Currently working on Dockerfile for grab-site. Successfully compiled, needs a little enchancements and documentation (and ofc testing).
I know there exist some PR, but they are old and seems that are orphaned by authors.
Dockerfile should be reviewed at least one time per few years (it uses latest commit to build, but fixed python version as well as fixed alpine version), it's WIP for now :slightly_smiling_face:
I've used this docker container before successfully: https://hub.docker.com/r/slang800/grab-site/
@brandongalbraith yes, it's based on it a little
@raspher Looking forward to your updated Dockerfile 😄
Python 3.8 cannot be used, cannot pass URL due to error "TypeError: required field "posonlyargs" missing from arguments" (python 3.8 only)
Beta version of dockerfile
FROM python:3.7-alpine3.12
WORKDIR /app
RUN apk add --no-cache --update build-base libffi-dev libxml2-dev libxslt-dev re2-dev pkgconfig git libressl-dev musl-dev && \
git clone --depth=1 --branch=master https://github.com/ArchiveTeam/grab-site.git && \
cd grab-site && \
pip3 install --upgrade pip setuptools && \
pip3 install --no-binary lxml --upgrade ./ && \
apk del --purge build-base libffi-dev pkgconfig git musl-dev && \
rm -R /root/.cache
VOLUME ["/data"]
WORKDIR /data
EXPOSE 29000/tcp
CMD ["python", "/app/grab-site/gs-server"]
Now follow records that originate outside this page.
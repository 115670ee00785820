//! The Tank view's answer in words: today's point, power and torque against the drive's
//! limits with their ranges, the motor's viscosity beside the viscometer's, the cavern
//! against the wall, the findings, the cautions and where the curve came from.

use crate::mixing::{LoadCheck, Spread};
use crate::present::Style;
use crate::session::tank::TankAnswer;
use crate::session::tank_input::Source as From;
use crate::session::tank_live::TankLive;
use crate::session::tank_words::{self, CAUTIONS};
use crate::text::sanitize;
use crate::tui::strings::tank as s;
use crate::units::{self, Dimension, UnitSystem, significant};
use std::f64::consts::PI;

/// (is a heading, text) per line, already in the screen's style.
pub fn lines(d: &TankLive, journalled: bool, style: Style) -> Vec<(bool, String)> {
    let sys = style.system;
    let say = |t: String| style.text(&sanitize(&t, false));
    let a = &d.answer;
    let mut out = vec![(true, say(format!("{}  {}", d.tank_id, d.product)))];
    out.push((false, say(point(a, sys))));
    out.extend(drive(a, sys).into_iter().map(|l| (false, say(l))));
    out.push((false, say(motor(a, sys))));
    out.push((false, say(cavern(a, sys))));
    let findings = tank_words::findings(a);
    if !findings.is_empty() {
        out.push((true, format!("{}:", s::FINDINGS)));
        out.extend(findings.into_iter().map(|f| (false, say(format!("- {f}")))));
    }
    out.push((true, format!("{}:", s::CAUTIONS)));
    out.extend(CAUTIONS.iter().map(|c| (false, say(format!("- {c}")))));
    let temp = d
        .inputs
        .temperature_k
        .map(|k| {
            format!(
                " {} {}",
                s::AT,
                units::format(k, Dimension::Temperature, sys)
            )
        })
        .unwrap_or_default();
    out.push((
        false,
        say(format!("{}{temp}: {}", s::CURVE, d.source.describe())),
    ));
    if journalled {
        out.push((false, say(s::JOURNALLED_NOTE.to_string())));
    }
    out
}

fn speed(rps: f64, sys: UnitSystem) -> String {
    units::format(rps * 2.0 * PI, Dimension::Speed, sys)
}

/// "At 30 rpm (the site's speed): laminar, Reynolds 12, power number 8.1."
fn point(a: &TankAnswer, sys: UnitSystem) -> String {
    let p = &a.operating.point;
    let from = match a.request.speed_from {
        From::Reading => s::FROM_READING,
        From::Site | From::Flag => s::FROM_SITE,
    };
    format!(
        "At {} ({from}): {}, Reynolds {}, power number {}.",
        speed(p.speed_rps, sys),
        tank_words::regime(p.regime),
        significant(p.reynolds),
        significant(p.power_number)
    )
}

fn ranged(x: &Spread, dim: Dimension, sys: UnitSystem) -> String {
    let f = |v: f64| units::format(v, dim, sys);
    format!("{} ({} to {})", f(x.value), f(x.low), f(x.high))
}

/// "73 % of its 3 kW rating: within the limit."
fn against(c: &LoadCheck, dim: Dimension, sys: UnitSystem, what: &str) -> String {
    format!(
        "{:.0} % {} {} {what}: {}.",
        100.0 * c.fraction,
        s::OF_RATING,
        units::format(c.limit, dim, sys),
        tank_words::load(c.verdict)
    )
}

/// Power and torque with their ranges, each against its limit; the power per volume.
fn drive(a: &TankAnswer, sys: UnitSystem) -> Vec<String> {
    let op = &a.operating;
    let mut out = Vec::new();
    let power = ranged(&op.power_w, Dimension::Power, sys);
    out.push(match &op.motor {
        Some(m) => format!(
            "{} {power}; {}: {}",
            s::POWER,
            s::MOTOR.to_lowercase(),
            against(m, Dimension::Power, sys, s::RATING)
        ),
        None => format!("{} {power}.", s::POWER),
    });
    let torque = ranged(&op.torque_n_m, Dimension::Torque, sys);
    out.push(match &op.gearbox {
        Some(g) => format!(
            "{} {torque}; {}: {}",
            s::TORQUE,
            s::GEARBOX.to_lowercase(),
            against(g, Dimension::Torque, sys, s::TORQUE_LIMIT)
        ),
        None => format!("{} {torque}.", s::TORQUE),
    });
    if let (Some(sp), Some(b)) = (op.specific_power_w_m3, op.specific_power_band) {
        let kw = |x: f64| significant(x / 1000.0);
        out.push(format!(
            "{} {} kW/m3 ({} to {}): {}.",
            s::PER_VOLUME,
            kw(sp.value),
            kw(sp.low),
            kw(sp.high),
            tank_words::band(b)
        ));
    }
    out
}

fn viscosity(pa_s: f64, sys: UnitSystem) -> String {
    if pa_s.is_finite() {
        units::format(pa_s, Dimension::DynamicViscosity, sys)
    } else {
        s::NO_UPPER.to_string()
    }
}

/// The motor's viscosity beside the viscometer's; a refusal is said among the findings.
fn motor(a: &TankAnswer, sys: UnitSystem) -> String {
    let Some(m) = &a.motor else {
        return s::NO_MOTOR_READING.to_string();
    };
    let shaft = format!(
        "{}: {}.",
        s::SHAFT,
        units::format(m.shaft_power_w, Dimension::Power, sys)
    );
    let Some(done) = m.done() else {
        return format!("{shaft} {}", s::REFUSED_SEE_FINDINGS);
    };
    let r = &done.apparent_viscosity_range_pa_s;
    let mut text = format!(
        "{shaft} {}: {} ({} to {}).",
        s::VISC_MOTOR,
        viscosity(done.apparent_viscosity_pa_s, sys),
        viscosity(r.low, sys),
        viscosity(r.high, sys)
    );
    if let Some(c) = &m.comparison {
        text.push_str(&format!(
            " {} {} at {} 1/s.",
            s::VISC_METER,
            viscosity(c.from_viscometer_pa_s, sys),
            significant(c.shear_rate_per_s)
        ));
        text.push(' ');
        text.push_str(tank_words::disagreement(c.agreement));
    }
    text
}

/// "Cavern 1.2 m across (1.0 to 1.4 m) in a tank of 1.8 m; reaches the wall from 45 rpm."
fn cavern(a: &TankAnswer, sys: UnitSystem) -> String {
    let Some(c) = &a.cavern else {
        return s::NO_CAVERN.to_string();
    };
    // Tank sizes in metres (or feet), not the pipe sizes' millimetres.
    let unit = match sys {
        UnitSystem::Si => "m",
        UnitSystem::UsCustomary => "ft",
    };
    let len = |m: f64| units::format_in(m, Dimension::Length, unit);
    let tank = a
        .request
        .vessel
        .tank_diameter_m
        .map(|t| format!(" {} {}", s::IN_TANK, len(t)))
        .unwrap_or_default();
    let wall = a
        .speed_to_wall_rps()
        .map(|n| format!("; {} {}", s::TO_WALL, speed(n, sys)))
        .unwrap_or_default();
    format!(
        "{} {} {} ({} to {}){tank}{wall}.",
        s::CAVERN,
        len(c.diameter_m),
        s::ACROSS,
        len(c.diameter_range_m.low),
        len(c.diameter_range_m.high)
    )
}
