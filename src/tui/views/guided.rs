//! The Checks view: the guided checks of `session::guided`, walked one step at a time. Each
//! step says what to read and where, with its caution; the reading typed into the step's
//! field (which owns every printable key) is checked through the readings catalogue and
//! journalled as a spot reading on the step's equipment, or the step is skipped. The last
//! step journals a note saying what was read and what was assumed, and shows the Findings
//! view, which works the findings out again as the records land.

use super::guided_draw;
use super::{Draft, Effect, View, ViewId};
use crate::journal::{Payload, Record};
use crate::present::findings::words;
use crate::session::findings::findings;
use crate::readings::parse_reading_arg_at;
use crate::session::guided::{self, CHECKS, Check, Outcome, Target};
use crate::tui::ctx::Ctx;
use crate::tui::keymap::{Action, Binding, Key, Scope, b};
use crate::tui::strings::guided as s;
use crate::tui::widgets::editing::{self, EditStep, Leave};
use crate::tui::widgets::field::{Field, FieldKind};
use ratatui::Frame;
use ratatui::layout::Rect;

/// This view's id.
pub const ID: ViewId = ViewId("checks");

/// Longest reading typed ("-12.345e-3 lbf/100ft2" and room to spare).
const READING_MAX_CHARS: usize = 32;

/// The Checks view's keys on its list of checks.
const LIST_KEYS: &[Binding] = &[b(Scope::View, &[Key::Enter], Action::Activate, s::START)];

/// Its keys while a check is walked; while typing, the field owns every other printable key.
const WALK_KEYS: &[Binding] = &[
    b(Scope::ViewTyping, &[Key::Enter, Key::Ctrl('s')], Action::Save, s::SAVE_READING),
    b(Scope::ViewTyping, &[Key::Ctrl('k')], Action::Skip, s::SKIP),
    b(Scope::View, &[Key::Enter], Action::Activate, s::TYPE),
    b(Scope::View, &[Key::Esc], Action::Close, s::STOP),
];

/// A check being walked.
#[derive(Debug, Clone, PartialEq)]
pub struct Walk {
    pub check: &'static Check,
    pub target: Target,
    /// The step asked now (`check.steps.len()` once done).
    pub step: usize,
    pub field: Field,
    pub outcomes: Vec<Outcome>,
    pub typing: bool,
    /// What the typed text will be saved as, or what is wrong with it.
    pub preview: Option<Result<String, String>>,
}

/// A finished check whose records are still on their way to the journal: once they are all
/// in the state, its findings are journalled as a note.
#[derive(Debug, Clone, PartialEq)]
struct Closing {
    check: &'static Check,
    target: Target,
}

#[derive(Debug, Default)]
pub struct GuidedView {
    cursor: usize,
    walk: Option<Walk>,
    /// Records this view sent that the journal has not numbered yet.
    outstanding: Vec<(Option<String>, Payload)>,
    closing: Option<Closing>,
    /// The message under the step or the list (a refusal, or what just happened).
    message: Option<String>,
}

impl Walk {
    fn new(check: &'static Check, target: Target) -> Walk {
        Walk {
            check,
            target,
            step: 0,
            field: Field::new(FieldKind::Text(READING_MAX_CHARS)),
            outcomes: Vec::new(),
            typing: true,
            preview: None,
        }
    }

    /// The typed text as a catalogue reading for this step.
    fn parse(&self, ctx: &Ctx) -> Option<Result<crate::readings::ParsedReading, String>> {
        let step = self.check.steps.get(self.step)?;
        let text = self.field.text().trim();
        if text.is_empty() {
            return None;
        }
        let atmosphere = ctx.site.atmospheric_pressure_pa;
        Some(
            parse_reading_arg_at(&format!("{}={text}", step.reading), atmosphere)
                .map_err(|e| e.to_string()),
        )
    }

    fn update_preview(&mut self, ctx: &Ctx) {
        let style = ctx.style();
        self.preview = self.parse(ctx).map(|r| {
            r.map(|p| {
                crate::present::quantity(p.value_si, p.kind.dimension, style)
            })
        });
    }

    /// On to the next step with an empty field, typing.
    fn advance(&mut self, outcome: Outcome) {
        self.outcomes.push(outcome);
        self.step += 1;
        self.field = Field::new(FieldKind::Text(READING_MAX_CHARS));
        self.typing = true;
        self.preview = None;
    }

    fn done(&self) -> bool {
        self.step >= self.check.steps.len()
    }
}

impl GuidedView {
    pub fn new(_ctx: &Ctx) -> GuidedView {
        GuidedView::default()
    }

    /// The check being walked, for tests.
    pub fn walk(&self) -> Option<&Walk> {
        self.walk.as_ref()
    }

    fn start(&mut self, ctx: &Ctx) -> Vec<Effect> {
        let Some(check) = CHECKS.get(self.cursor) else {
            return Vec::new();
        };
        let Some(target) = guided::target(&ctx.site, check.id, ctx.picks.equipment.as_deref())
        else {
            self.message = Some(format!("{}.", s::NOTHING_TO_CHECK));
            return Vec::new();
        };
        if check.id == guided::CheckId::PumpWillNotStart && target.pump.is_none() {
            self.message = Some(s::NEEDS_PUMP.to_string());
            return Vec::new();
        }
        self.message = None;
        self.walk = Some(Walk::new(check, target));
        Vec::new()
    }

    fn save(&mut self, ctx: &Ctx) -> Vec<Effect> {
        let Some(walk) = &mut self.walk else {
            return Vec::new();
        };
        let Some(step) = walk.check.steps.get(walk.step) else {
            return Vec::new();
        };
        let parsed = match walk.parse(ctx) {
            None => {
                self.message = Some(s::EMPTY_READING.to_string());
                walk.typing = true;
                return Vec::new();
            }
            Some(Err(e)) => {
                self.message = Some(e);
                walk.typing = true;
                return Vec::new();
            }
            Some(Ok(p)) => p,
        };
        let equipment = walk.target.equipment(step.at).map(str::to_string);
        self.outstanding
            .push((equipment.clone(), parsed.payload()));
        let mut effects = vec![Effect::Journal(Draft::new(parsed.payload(), equipment))];
        if let Some(note) = parsed.conversion_note() {
            effects.push(Effect::Status(note));
        }
        walk.advance(Outcome::Read(parsed.raw.clone()));
        self.message = None;
        effects.extend(self.finish_if_done());
        effects
    }

    fn skip(&mut self) -> Vec<Effect> {
        let Some(walk) = &mut self.walk else {
            return Vec::new();
        };
        walk.advance(Outcome::Skipped);
        self.message = None;
        self.finish_if_done()
    }

    /// After the last step: journal what was read and assumed, and show the findings.
    fn finish_if_done(&mut self) -> Vec<Effect> {
        if !self.walk.as_ref().is_some_and(Walk::done) {
            return Vec::new();
        }
        let Some(walk) = self.walk.take() else {
            return Vec::new();
        };
        let text = guided::summary(walk.check, &walk.target, &walk.outcomes);
        let equipment = walk
            .target
            .line
            .clone()
            .or(walk.target.tank.clone())
            .or(walk.target.pump.clone());
        self.message = Some(s::FINISHED.to_string());
        let note = Payload::Note { text };
        self.outstanding.push((equipment.clone(), note.clone()));
        self.closing = Some(Closing {
            check: walk.check,
            target: walk.target,
        });
        vec![
            Effect::Journal(Draft::new(note, equipment)),
            Effect::Status(s::FINISHED.to_string()),
            Effect::Show(super::findings::ID),
        ]
    }

    fn handle_walk(&mut self, action: Action, ctx: &Ctx) -> Vec<Effect> {
        match action {
            Action::Save => return self.save(ctx),
            Action::Skip => return self.skip(),
            _ => {}
        }
        let Some(walk) = &mut self.walk else {
            return Vec::new();
        };
        if walk.typing {
            match editing::apply(&mut walk.field, action) {
                // Esc leaves the field (the text is kept), so the view's keys work again.
                EditStep::Cancelled => walk.typing = false,
                // Tab accepts and goes on, as in every form: here that is the next step.
                EditStep::Accepted(Leave::Next) => return self.save(ctx),
                EditStep::Typing | EditStep::Accepted(_) => {}
            }
            walk.update_preview(ctx);
            return Vec::new();
        }
        match action {
            Action::Activate => {
                walk.typing = true;
                walk.field.begin_edit();
            }
            Action::Close => {
                self.walk = None;
                self.message = Some(s::STOPPED.to_string());
                return vec![Effect::Status(s::STOPPED.to_string())];
            }
            _ => {}
        }
        Vec::new()
    }
}

impl View for GuidedView {
    fn id(&self) -> ViewId {
        ID
    }

    fn title(&self) -> &'static str {
        s::NAME
    }

    fn caution(&self) -> &'static str {
        s::CAUTION
    }

    fn keys(&self) -> &'static [Binding] {
        match self.walk {
            Some(_) => WALK_KEYS,
            None => LIST_KEYS,
        }
    }

    fn handle(&mut self, action: Action, ctx: &Ctx) -> Vec<Effect> {
        if self.walk.is_some() {
            return self.handle_walk(action, ctx);
        }
        let last = CHECKS.len().saturating_sub(1);
        match action {
            Action::Up => self.cursor = self.cursor.saturating_sub(1),
            Action::Down => self.cursor = (self.cursor + 1).min(last),
            Action::Activate => return self.start(ctx),
            _ => {}
        }
        Vec::new()
    }

    fn answer(&mut self, record: &Record, ctx: &Ctx) -> Vec<Effect> {
        let ours = self
            .outstanding
            .iter()
            .position(|(e, p)| *p == record.payload && *e == record.equipment);
        let Some(i) = ours else {
            return Vec::new();
        };
        self.outstanding.remove(i);
        if !self.outstanding.is_empty() {
            return Vec::new();
        }
        let Some(c) = self.closing.take() else {
            return Vec::new();
        };
        // In the site's units, not folded: the journal is not the screen.
        let style = crate::present::Style::new(ctx.site.unit_system, false);
        let headlines: Vec<String> = findings(&ctx.session, &ctx.site)
            .iter()
            .map(|f| words(f, style).headline)
            .collect();
        let text = guided::findings_note(c.check, &c.target, &headlines);
        let equipment = c.target.line.clone().or(c.target.tank.clone());
        vec![Effect::Journal(Draft::new(Payload::Note { text }, equipment))]
    }

    fn render(&self, frame: &mut Frame, area: Rect, ctx: &Ctx) {
        let screen = guided_draw::GuidedScreen {
            cursor: self.cursor,
            walk: self.walk.as_ref(),
            message: self.message.as_deref(),
        };
        screen.draw(frame, area, ctx);
    }

    fn editing(&self) -> bool {
        self.walk.as_ref().is_some_and(|w| w.typing)
    }

    fn unsaved_input(&self) -> Option<&'static str> {
        self.walk
            .as_ref()
            .is_some_and(|w| !w.field.is_empty())
            .then_some(s::UNSAVED)
    }
}
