//! Terminal input, reduced to what the app reacts to: key presses, resizes, and the
//! terminal going away.

use ratatui::crossterm::event::{self, Event};
use rustix::event::{PollFd, PollFlags, Timespec};
use std::io::{self, IsTerminal};
use std::time::Duration;

/// Something from the terminal the app must react to.
#[derive(Debug, Clone, PartialEq)]
pub enum Input {
    Key(event::KeyEvent),
    /// The size changed; redraw. A 0×0 size (a dropped SSH session) is not drawn.
    Resize,
    /// The terminal hung up (SSH dropped, tmux killed): flush the journal and leave.
    HangUp,
}

/// Wait up to `timeout` for input; `None` when nothing came. Mouse, focus and paste
/// events are not enabled, and any that arrive anyway are dropped.
///
/// Why the terminal is checked here before crossterm reads it: crossterm 0.29's reader
/// loops for ever when the terminal has hung up (its read gets EOF or EIO and tries again
/// without returning), so a dropped SSH session would leave a process spinning a core and
/// never journalling its session end. A hang-up seen first is reported as `HangUp`.
pub fn next(timeout: Duration) -> io::Result<Option<Input>> {
    if terminal_state(Duration::ZERO) == Terminal::Gone {
        return Ok(Some(Input::HangUp));
    }
    // Events crossterm already holds (several keys arrive in one read) come first.
    if event::poll(Duration::ZERO)? {
        return read();
    }
    if terminal_state(timeout) == Terminal::Gone {
        return Ok(Some(Input::HangUp));
    }
    // Zero-wait: picks up input that just arrived and a pending resize signal.
    if event::poll(Duration::ZERO)? {
        return read();
    }
    Ok(None)
}

fn read() -> io::Result<Option<Input>> {
    Ok(match event::read()? {
        Event::Key(k) => Some(Input::Key(k)),
        Event::Resize(..) => Some(Input::Resize),
        _ => None,
    })
}

#[derive(Debug, Clone, Copy, PartialEq, Eq)]
enum Terminal {
    /// Input is waiting, or the wait timed out: crossterm may read.
    Alive,
    Gone,
}

/// Wait up to `timeout` on standard input (the terminal crossterm reads when stdin is a
/// terminal) and say whether it hung up.
fn terminal_state(timeout: Duration) -> Terminal {
    let stdin = io::stdin();
    if !stdin.is_terminal() {
        // crossterm then reads /dev/tty, which we do not hold; wait as before.
        std::thread::sleep(timeout.min(Duration::from_millis(10)));
        return Terminal::Alive;
    }
    let mut fds = [PollFd::new(&stdin, PollFlags::IN)];
    let wait = Timespec {
        tv_sec: timeout.as_secs() as i64,
        tv_nsec: i64::from(timeout.subsec_nanos()),
    };
    match rustix::event::poll(&mut fds, Some(&wait)) {
        Ok(_) => classify(fds[0].revents()),
        // Interrupted by a signal: the caller looks at its stop flag next.
        Err(_) => Terminal::Alive,
    }
}

fn classify(revents: PollFlags) -> Terminal {
    if revents.intersects(PollFlags::HUP | PollFlags::ERR | PollFlags::NVAL) {
        Terminal::Gone
    } else {
        Terminal::Alive
    }
}

#[cfg(test)]
mod tests {
    use super::*;

    #[test]
    fn hang_up_error_and_closed_descriptor_mean_gone() {
        assert_eq!(classify(PollFlags::HUP | PollFlags::IN), Terminal::Gone);
        assert_eq!(classify(PollFlags::ERR), Terminal::Gone);
        assert_eq!(classify(PollFlags::NVAL), Terminal::Gone);
        assert_eq!(classify(PollFlags::IN), Terminal::Alive);
        assert_eq!(classify(PollFlags::empty()), Terminal::Alive);
    }
}
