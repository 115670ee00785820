//! How many rows a panel's text takes once wrapped, so a scrolled panel stops with its last
//! line at the bottom and a message panel grows to hold its whole message.

use ratatui::widgets::{Paragraph, Wrap};

/// Rows one line of text takes when word-wrapped to `width`, as the panels wrap it
/// (ratatui's own count; behind its `unstable-rendered-line-info` feature).
pub fn wrapped_rows(text: &str, width: usize) -> usize {
    if width == 0 {
        return 0;
    }
    let width = u16::try_from(width).unwrap_or(u16::MAX);
    Paragraph::new(text)
        .wrap(Wrap { trim: false })
        .line_count(width)
}

#[cfg(test)]
mod tests {
    use super::wrapped_rows;

    #[test]
    fn wrapping_counts_rows_as_words_fall() {
        assert_eq!(wrapped_rows("aaaa bbbb", 9), 1);
        assert_eq!(wrapped_rows("aaaa bbbb", 8), 2);
        assert_eq!(wrapped_rows("aaaa bbbb cccc", 9), 2);
    }
}
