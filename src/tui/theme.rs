//! The one theme: named styles from the 16 ANSI colours, and the glyphs for borders and marks.
//!
//! Without colour (`NO_COLOR`, `TERM=dumb`) every colour becomes `Reset` and emphasis is
//! carried by modifiers alone, so selection stays visible: it is always inverse display or
//! bold, never a colour on its own.

use ratatui::style::{Color, Modifier, Style};
use ratatui::symbols::border;

/// Whether colours may be used.
#[derive(Debug, Clone, Copy, PartialEq, Eq)]
pub enum ColourMode {
    Colour,
    Plain,
}

impl ColourMode {
    /// `NO_COLOR` set to anything non-empty, or `TERM=dumb`, means no colour.
    pub fn from_env(no_color: Option<&str>, term: Option<&str>) -> ColourMode {
        let no_color = no_color.is_some_and(|v| !v.is_empty());
        if no_color || term == Some("dumb") {
            ColourMode::Plain
        } else {
            ColourMode::Colour
        }
    }

    /// Read the process environment once, at start-up.
    pub fn detect() -> ColourMode {
        let no_color = std::env::var("NO_COLOR").ok();
        let term = std::env::var("TERM").ok();
        ColourMode::from_env(no_color.as_deref(), term.as_deref())
    }
}

/// Which glyphs the terminal can be trusted with.
#[derive(Debug, Clone, Copy, PartialEq, Eq)]
pub enum Glyphs {
    Unicode,
    Ascii,
}

impl Glyphs {
    /// ASCII when asked (`--ascii`) or when the terminal is `TERM=dumb`, which cannot be
    /// trusted with box drawing or symbols either.
    pub fn from_env(ascii_asked: bool, term: Option<&str>) -> Glyphs {
        if ascii_asked || term == Some("dumb") {
            Glyphs::Ascii
        } else {
            Glyphs::Unicode
        }
    }

    /// Read the process environment once, at start-up.
    pub fn detect(ascii_asked: bool) -> Glyphs {
        let term = std::env::var("TERM").ok();
        Glyphs::from_env(ascii_asked, term.as_deref())
    }
}

/// Border, chart and list glyphs for one glyph set.
#[derive(Debug, Clone, Copy)]
pub struct Marks {
    pub border: border::Set<'static>,
    pub point: char,
    pub flagged: char,
    pub fit: char,
    pub axis_v: char,
    pub axis_h: char,
    pub axis_corner: char,
    pub tick: char,
    pub plus_minus: &'static str,
    /// Marks where text was cut to fit.
    pub cut: char,
}

const ASCII_BORDER: border::Set<'static> = border::Set {
    top_left: "+",
    top_right: "+",
    bottom_left: "+",
    bottom_right: "+",
    vertical_left: "|",
    vertical_right: "|",
    horizontal_top: "-",
    horizontal_bottom: "-",
};

impl Marks {
    pub fn new(glyphs: Glyphs) -> Marks {
        match glyphs {
            Glyphs::Unicode => Marks {
                border: border::PLAIN,
                point: '●',
                flagged: '×',
                fit: '·',
                axis_v: '│',
                axis_h: '─',
                axis_corner: '└',
                tick: '┼',
                plus_minus: "±",
                cut: '…',
            },
            Glyphs::Ascii => Marks {
                border: ASCII_BORDER,
                point: 'o',
                flagged: 'x',
                fit: '.',
                axis_v: '|',
                axis_h: '-',
                axis_corner: '+',
                tick: '+',
                plus_minus: "+/-",
                cut: '~',
            },
        }
    }
}

/// Every style the screens use, by what it means.
#[derive(Debug, Clone, Copy)]
pub struct Theme {
    pub glyphs: Glyphs,
    pub marks: Marks,
    pub base: Style,
    pub title: Style,
    pub dim: Style,
    pub tab: Style,
    pub tab_active: Style,
    pub selected: Style,
    pub field: Style,
    pub field_editing: Style,
    pub ok: Style,
    pub warn: Style,
    pub error: Style,
    pub caution: Style,
    pub key: Style,
    pub chart_point: Style,
    pub chart_flagged: Style,
    pub chart_fit: Style,
    pub axis: Style,
}

impl Theme {
    /// A bordered panel in this theme's border marks (plain ASCII with `--ascii`).
    pub fn panel<'a>(
        &self,
        title: impl Into<ratatui::text::Line<'a>>,
    ) -> ratatui::widgets::Block<'a> {
        ratatui::widgets::Block::new()
            .borders(ratatui::widgets::Borders::ALL)
            .border_set(self.marks.border)
            .title(title)
            .title_style(self.title)
    }

    pub fn new(mode: ColourMode, glyphs: Glyphs) -> Theme {
        let c = |colour: Color| match mode {
            ColourMode::Colour => Style::new().fg(colour),
            ColourMode::Plain => Style::new().fg(Color::Reset),
        };
        let bold = Modifier::BOLD;
        Theme {
            glyphs,
            marks: Marks::new(glyphs),
            base: Style::new(),
            title: c(Color::Cyan).add_modifier(bold),
            dim: c(Color::DarkGray),
            tab: c(Color::Gray),
            tab_active: Style::new().add_modifier(Modifier::REVERSED | bold),
            selected: Style::new().add_modifier(Modifier::REVERSED),
            field: c(Color::White).add_modifier(Modifier::UNDERLINED),
            // No colour here: every byte counts while typing over a slow link.
            field_editing: Style::new()
                .fg(Color::Reset)
                .add_modifier(bold | Modifier::UNDERLINED),
            ok: c(Color::Green),
            warn: c(Color::Yellow).add_modifier(bold),
            error: c(Color::LightRed).add_modifier(bold),
            caution: c(Color::LightYellow),
            key: c(Color::LightCyan).add_modifier(bold),
            chart_point: c(Color::LightGreen).add_modifier(bold),
            chart_flagged: c(Color::LightRed).add_modifier(bold),
            chart_fit: c(Color::LightBlue),
            axis: c(Color::Gray),
        }
    }
}

#[cfg(test)]
mod tests {
    use super::*;

    #[test]
    fn no_color_and_dumb_terminal_turn_colour_off() {
        assert_eq!(
            ColourMode::from_env(Some("1"), Some("xterm")),
            ColourMode::Plain
        );
        assert_eq!(ColourMode::from_env(None, Some("dumb")), ColourMode::Plain);
        // no-color.org: an empty NO_COLOR does not count.
        assert_eq!(
            ColourMode::from_env(Some(""), Some("xterm")),
            ColourMode::Colour
        );
        assert_eq!(ColourMode::from_env(None, None), ColourMode::Colour);
    }

    #[test]
    fn plain_theme_uses_no_colour_but_keeps_selection_visible() {
        let t = Theme::new(ColourMode::Plain, Glyphs::Unicode);
        for s in [t.title, t.error, t.warn, t.ok, t.chart_point, t.key] {
            assert!(matches!(s.fg, None | Some(Color::Reset)), "{s:?}");
        }
        assert!(t.selected.add_modifier.contains(Modifier::REVERSED));
        assert!(t.tab_active.add_modifier.contains(Modifier::REVERSED));
    }

    #[test]
    fn a_dumb_terminal_gets_ascii_glyphs() {
        assert_eq!(Glyphs::from_env(false, Some("dumb")), Glyphs::Ascii);
        assert_eq!(
            Glyphs::from_env(true, Some("xterm-256color")),
            Glyphs::Ascii
        );
        assert_eq!(
            Glyphs::from_env(false, Some("xterm-256color")),
            Glyphs::Unicode
        );
        assert_eq!(Glyphs::from_env(false, None), Glyphs::Unicode);
    }

    #[test]
    fn ascii_marks_are_ascii() {
        let m = Marks::new(Glyphs::Ascii);
        let all = [
            m.point,
            m.flagged,
            m.fit,
            m.axis_v,
            m.axis_h,
            m.axis_corner,
            m.tick,
        ];
        assert!(all.iter().all(char::is_ascii));
        assert!(m.border.top_left.is_ascii());
    }
}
This is beautiful. Can't wait to try it all out!
Does anyone have any insights on the feasibility of setting up an instance of grab-site on a service like Heroku? I'd like to do so in order to take advantage of automating scrapes that I need to happen monthly and weekly. Also, would like to use cloud functions to listen and take the output and save the files to AWS.
I'm researching but it seems like maybe installing grab-site on Heroku isn't possible and I was hoping to get input before potentially wasting a bunch more time. Thanks!